The RTA currently includes Chip Ganassi Racing with Felix Sabates, Hendrick Motorsports, Joe Gibbs Racing, Michael Waltrip Racing, Richard Childress Racing, Richard Petty Motor Sports, Roush Fenway Racing, Stewart-Haas Racing and Team Penske. Michael Waltrip Racing co-owner Rob Kauffman was elected chairman of the RTA, which was formally announced Monday.

Kauffman said the top goal of the RTA, which is operating with bylaws and an executive committee, was to bring in the remaining Sprint Cup teams that are not currently members. Also high on the agenda are cost-saving initiatives related to travel and parts, and communicating with one voice to NASCAR when it comes to team ideas on testing.

Six-time NASCAR champion Jimmie Johnson said he was excited the owners unified to provide "a clear, concise voice" for the industry.

"I just don't see any downside in the owners working closer together and sharing what's important to them," Johnson said. "I don't see anything wrong with that. ... This could be beneficial in a lot of ways."

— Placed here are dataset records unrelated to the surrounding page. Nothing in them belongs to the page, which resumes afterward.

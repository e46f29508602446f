package dxfout

import (
	"bytes"
	"encoding/json"
	"fmt"
	"math"
	"os"
	"os/exec"
	"path/filepath"
	"strings"
	"testing"

	"gonum.org/v1/gonum/spatial/r2"
	"pgregory.net/rapid"

	"gaugeline/detail"
	"gaugeline/detail/jobfile"
	"gaugeline/detail/measured"
	"gaugeline/detail/qa"
	"gaugeline/detail/sheet"
	"gaugeline/rules"
	"gaugeline/rules/units"
)

// Per-ply hole types survive the round trip job → sheet → CAM files →
// measured-DXF reader → reverify: each part's CAM file, read back and
// re-verified as that part, is accepted with every hole of the type the
// job gave that ply, and the other ply stays as designed.

// plyKind is a hole type and, for slots, its direction relative to the load.
type plyKind struct {
	t   rules.HoleType
	dir rules.SlotDir
}

func (k plyKind) keys() string {
	s := " hole: " + k.t.String()
	if k.t.IsSlot() {
		s += ", slot: " + k.dir.String()
	}
	return s
}

var plyKinds = []plyKind{
	{rules.Standard, rules.Transverse},
	{rules.Oversized, rules.Transverse},
	{rules.ShortSlot, rules.Transverse},
	{rules.ShortSlot, rules.Longitudinal},
	{rules.LongSlot, rules.Transverse},
	{rules.LongSlot, rules.Longitudinal},
}

// plyJobYAML is a slip-critical joint (where AISC 360-22 J3.3 permits
// every hole type in any direction) with the plies' own hole types: a US
// L5x5x1/2 at the 3-in gage on a 1/2-in gusset, or an SI double angle
// 2L100x75x8 either side of a 12-mm gusset. End and edge distances and the
// pitch leave room for the longest slots (Table J3.4 plus Table J3.5's
// 0.75d; 360-22 J3.4's clear distance ≥ d). Invented test jobs. The far end is
// plain, so the member's CAM file holds the one end's holes reverify matches.
func plyJobYAML(si bool, m, p plyKind, perLine int, pitch float64) string {
	if si {
		return fmt.Sprintf(`mark: RT-SI
units: si
load: {required: 100 kN}
member: {shape: double-angle, size: L100x75x8, grade: A572-50, length: 2.4 m, far_end: plain,%s}
plate: {thickness: 12 mm, grade: A36, width: 260 mm, edge: 45 mm,%s}
bolts: {diameter: M20, grade: A325M, joint: slip-critical, surface: B, per_line: %d, pitch: %g mm, end: 45 mm, gage: 55 mm}
`, m.keys(), p.keys(), perLine, pitch)
	}
	return fmt.Sprintf(`mark: RT-US
units: us
load: {required: 20 kip}
member: {shape: angle, size: L5x5x1/2, grade: A36, length: 8 ft, far_end: plain,%s}
plate: {thickness: 1/2 in, grade: A36, width: 12 in, edge: 2 in,%s}
bolts: {diameter: 3/4 in, grade: A325, joint: slip-critical, surface: B, per_line: %d, pitch: %g in, end: 2 in, gage: 3 in}
`, m.keys(), p.keys(), perLine, pitch)
}

// tb is what the helpers need of a *testing.T or a *rapid.T.
type tb interface {
	Helper()
	Fatal(args ...any)
	Fatalf(format string, args ...any)
	Errorf(format string, args ...any)
}

// camFiles checks the job, which must pass, and returns its design and the
// CAM files by part name.
func camFiles(t tb, src string) (*detail.Design, map[string][]byte) {
	t.Helper()
	j, err := jobfile.ParseJob("roundtrip.yaml", []byte(src))
	if err != nil {
		t.Fatalf("%v\n%s", err, src)
	}
	d, err := detail.Build(j)
	if err != nil {
		t.Fatalf("%v\n%s", err, src)
	}
	r, err := detail.Check(d)
	if err != nil {
		t.Fatal(err)
	}
	if !r.Pass {
		t.Fatalf("the test job fails %v:\n%s", r.Failing(), src)
	}
	s, err := sheet.NewSheet(r, false)
	if err != nil {
		t.Fatal(err)
	}
	fs, err := Files(s)
	if err != nil {
		t.Fatal(err)
	}
	out := map[string][]byte{}
	for _, f := range fs {
		if part, ok := strings.CutSuffix(strings.TrimPrefix(f.Name, s.Mark+"-"), ".cam.dxf"); ok {
			out[part] = f.Data
		}
	}
	if len(out) != 2 {
		t.Fatalf("CAM files %v, want member and plate", fs)
	}
	return d, out
}

// checkRoundTrip re-verifies set as part and checks the verdict and both
// plies of every as-built hole.
func checkRoundTrip(t tb, d *detail.Design, set *measured.Set, part qa.MeasuredPart, align qa.AlignMode, m, p plyKind) {
	t.Helper()
	ab, err := qa.Reverify(d, set, qa.ReverifyOptions{Part: part, Align: align})
	if err != nil {
		t.Fatal(err)
	}
	if ab.Verdict != qa.Accept || ab.Part != part {
		t.Fatalf("%s (%s): verdict %s, reasons %q", part, align, ab.Verdict, ab.Reasons)
	}
	measuredKind, other := m, p
	if part == qa.MeasuredPlate {
		measuredKind, other = p, m
	}
	for _, dv := range ab.Deviations {
		got := plyKind{dv.AsBuilt.Type, dv.AsBuilt.Slot}
		if !got.t.IsSlot() {
			got.dir = rules.Transverse
		}
		if dv.Status != qa.HoleOK || dv.Reclassified || got != measuredKind {
			t.Errorf("%s %s: %s, %s %s (reclassified %v), want ok and %s %s; %q", part, dv.ID, dv.Status, got.t, got.dir,
				dv.Reclassified, measuredKind.t, measuredKind.dir, dv.Why)
		}
	}
	for i := range ab.Report.Design.Conn.Holes {
		h := &ab.Report.Design.Conn.Holes[i]
		des := &d.Conn.Holes[i]
		otherShape, want := h.InPlate(), des.InPlate()
		if part == qa.MeasuredPlate {
			otherShape, want = h.HoleShape, des.HoleShape
		}
		if otherShape != want || (plyKind{otherShape.Type, otherShape.Slot}) != other {
			t.Errorf("%s measured, %s: the other ply is %+v as built, want as designed %+v", part, h.ID, otherShape, want)
		}
	}
}

// TestPerPlyRoundTrip: generated per-ply combinations (not long slots in
// both plies, which J3.3 forbids), pattern and alignment; each CAM file
// read back by the project's measured-DXF reader.
func TestPerPlyRoundTrip(t *testing.T) {
	rapid.Check(t, func(rt *rapid.T) {
		si := rapid.Bool().Draw(rt, "si")
		m := rapid.SampledFrom(plyKinds).Draw(rt, "member")
		p := rapid.SampledFrom(plyKinds).Draw(rt, "plate")
		if m.t == rules.LongSlot && p.t == rules.LongSlot {
			p = plyKinds[rapid.IntRange(0, 3).Draw(rt, "plateNotLong")]
		}
		perLine := rapid.IntRange(2, 4).Draw(rt, "perLine")
		pitch := rapid.SampledFrom([]float64{3, 3.5, 4}).Draw(rt, "pitchIn")
		if si {
			pitch = rapid.SampledFrom([]float64{75, 90, 100}).Draw(rt, "pitchMm")
		}
		d, cams := camFiles(rt, plyJobYAML(si, m, p, perLine, pitch))
		def := measured.Inches
		if si {
			def = measured.Millimetres
		}
		for _, part := range []qa.MeasuredPart{qa.MeasuredMember, qa.MeasuredPlate} {
			set, err := measured.ReadDXF(bytes.NewReader(cams[part.String()]), part.String()+".cam.dxf", def, "")
			if err != nil {
				rt.Fatal(err)
			}
			align := qa.AlignDatum
			if rapid.Bool().Draw(rt, "bestFit") {
				// A part lying anywhere on the scanner's table.
				align = qa.AlignBestFit
				moveSet(set, rapid.Float64Range(-math.Pi, math.Pi).Draw(rt, "turn"),
					rapid.Float64Range(-500, 500).Draw(rt, "tx"), rapid.Float64Range(-500, 500).Draw(rt, "ty"))
			}
			checkRoundTrip(rt, d, set, part, align, m, p)
		}
	})
}

// moveSet moves a measured set by the rigid motion q = R(θ)·p + t (mm).
func moveSet(s *measured.Set, theta, tx, ty float64) {
	c, sn := math.Cos(theta), math.Sin(theta)
	mv := func(x, y float64) (float64, float64) { return c*x - sn*y + tx, sn*x + c*y + ty }
	for i := range s.Holes {
		h := &s.Holes[i]
		h.X, h.Y = mv(h.X, h.Y)
		h.Axis += theta
	}
	for i := range s.Contour {
		s.Contour[i].X, s.Contour[i].Y = mv(s.Contour[i].X, s.Contour[i].Y)
	}
}

// ezdxfHoles reads holes and the largest closed contour of each DXF with
// ezdxf: CIRCLEs, and closed LWPOLYLINEs of four vertices with bulges
// 0, 1, 0, 1 (two straight sides, two half circles: a slot), in the
// drawing's units.
const ezdxfHoles = `
import json, math, sys
import ezdxf
out = []
for path in sys.argv[1:]:
    doc = ezdxf.readfile(path)
    holes, contour, best = [], [], 0.0
    for e in doc.modelspace():
        if e.dxftype() == "CIRCLE":
            holes.append({"x": e.dxf.center.x, "y": e.dxf.center.y, "width": 2 * e.dxf.radius, "length": 2 * e.dxf.radius})
        elif e.dxftype() == "LWPOLYLINE" and e.closed:
            pts = [(p[0], p[1], p[4]) for p in e.get_points("xyseb")]
            if len(pts) == 4 and [b for _, _, b in pts] == [0, 1, 0, 1]:
                (x0, y0, _), (x1, y1, _), (x2, y2, _), _ = pts
                w = math.hypot(x2 - x1, y2 - y1)
                holes.append({"x": sum(p[0] for p in pts) / 4, "y": sum(p[1] for p in pts) / 4, "width": w,
                              "length": math.hypot(x1 - x0, y1 - y0) + w, "axis": math.atan2(y1 - y0, x1 - x0), "slot": True})
            elif all(b == 0 for _, _, b in pts):
                a = abs(sum(pts[i][0] * pts[i - 1][1] - pts[i - 1][0] * pts[i][1] for i in range(len(pts)))) / 2
                if a > best:
                    best, contour = a, [[x, y] for x, y, _ in pts]
    out.append({"insunits": doc.header.get("$INSUNITS"), "holes": holes, "contour": contour})
json.dump(out, sys.stdout)
`

// TestPerPlyRoundTripEzdxf: every per-ply combination J3.3 permits in both
// unit systems, the CAM files read back by Debian's python3-ezdxf, an
// independent reader, and re-verified as each part.
func TestPerPlyRoundTripEzdxf(t *testing.T) {
	haveEzdxf(t)
	dir := t.TempDir()
	type file struct {
		d    *detail.Design
		part qa.MeasuredPart
		m, p plyKind
		path string
	}
	var files []file
	for _, si := range []bool{false, true} {
		for _, m := range plyKinds {
			for _, p := range plyKinds {
				if m.t == rules.LongSlot && p.t == rules.LongSlot {
					continue
				}
				d, cams := camFiles(t, plyJobYAML(si, m, p, 3, map[bool]float64{false: 3.5, true: 90}[si]))
				for _, part := range []qa.MeasuredPart{qa.MeasuredMember, qa.MeasuredPlate} {
					path := filepath.Join(dir, fmt.Sprintf("%d-%s.cam.dxf", len(files), part))
					if err := os.WriteFile(path, cams[part.String()], 0o644); err != nil {
						t.Fatal(err)
					}
					files = append(files, file{d, part, m, p, path})
				}
			}
		}
	}
	args := []string{"-c", ezdxfHoles}
	for _, f := range files {
		args = append(args, f.path)
	}
	cmd := exec.Command(python, args...)
	var stderr bytes.Buffer
	cmd.Stderr = &stderr
	b, err := cmd.Output()
	if err != nil {
		t.Fatalf("ezdxf: %v\n%s", err, stderr.String())
	}
	var read []struct {
		Insunits int `json:"insunits"`
		Holes    []struct {
			X, Y, Width, Length, Axis float64
			Slot                      bool
		} `json:"holes"`
		Contour [][2]float64 `json:"contour"`
	}
	if err := json.Unmarshal(b, &read); err != nil || len(read) != len(files) {
		t.Fatalf("ezdxf output: %v (%d files, want %d)", err, len(read), len(files))
	}
	for i, f := range files {
		r := read[i]
		// $INSUNITS 1 inches, 4 millimetres (DXF reference); 1 in = 25.4 mm.
		k := map[int]float64{1: 25.4, 4: 1}[r.Insunits]
		sys := f.d.Job.Units
		if k == 0 || (k == 1) != (sys == units.SI) {
			t.Fatalf("%s: $INSUNITS %d for a %s job", f.path, r.Insunits, sys)
		}
		set := &measured.Set{File: filepath.Base(f.path), Format: "dxf", Units: "read by ezdxf"}
		for n, h := range r.Holes {
			set.Holes = append(set.Holes, measured.Hole{ID: fmt.Sprintf("E%d", n+1), X: h.X * k, Y: h.Y * k,
				Width: h.Width * k, Length: h.Length * k, Axis: h.Axis, Slot: h.Slot})
		}
		for _, q := range r.Contour {
			set.Contour = append(set.Contour, r2.Vec{X: q[0] * k, Y: q[1] * k})
		}
		if len(set.Holes) != len(f.d.Conn.Holes) || len(set.Contour) == 0 {
			t.Fatalf("%s: ezdxf read %d holes and a contour of %d points, want %d holes", f.path, len(set.Holes), len(set.Contour), len(f.d.Conn.Holes))
		}
		t.Run(fmt.Sprintf("%s %s member %s %s plate %s %s", sys, f.part, f.m.t, f.m.dir, f.p.t, f.p.dir), func(t *testing.T) {
			checkRoundTrip(t, f.d, set, f.part, qa.AlignDatum, f.m, f.p)
		})
	}
}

Kauffman insisted this week the RTA was not a union. Johnson said the alliance showed the opportunity was there for drivers to take similar action.

"I guess in some ways Pandora's box has been opened with this. We'll see where it leads," Johnson said. "This is a good thing. I don't feel like this it's going to drive a separation or a split. I don't even know where a separation or a split would take place."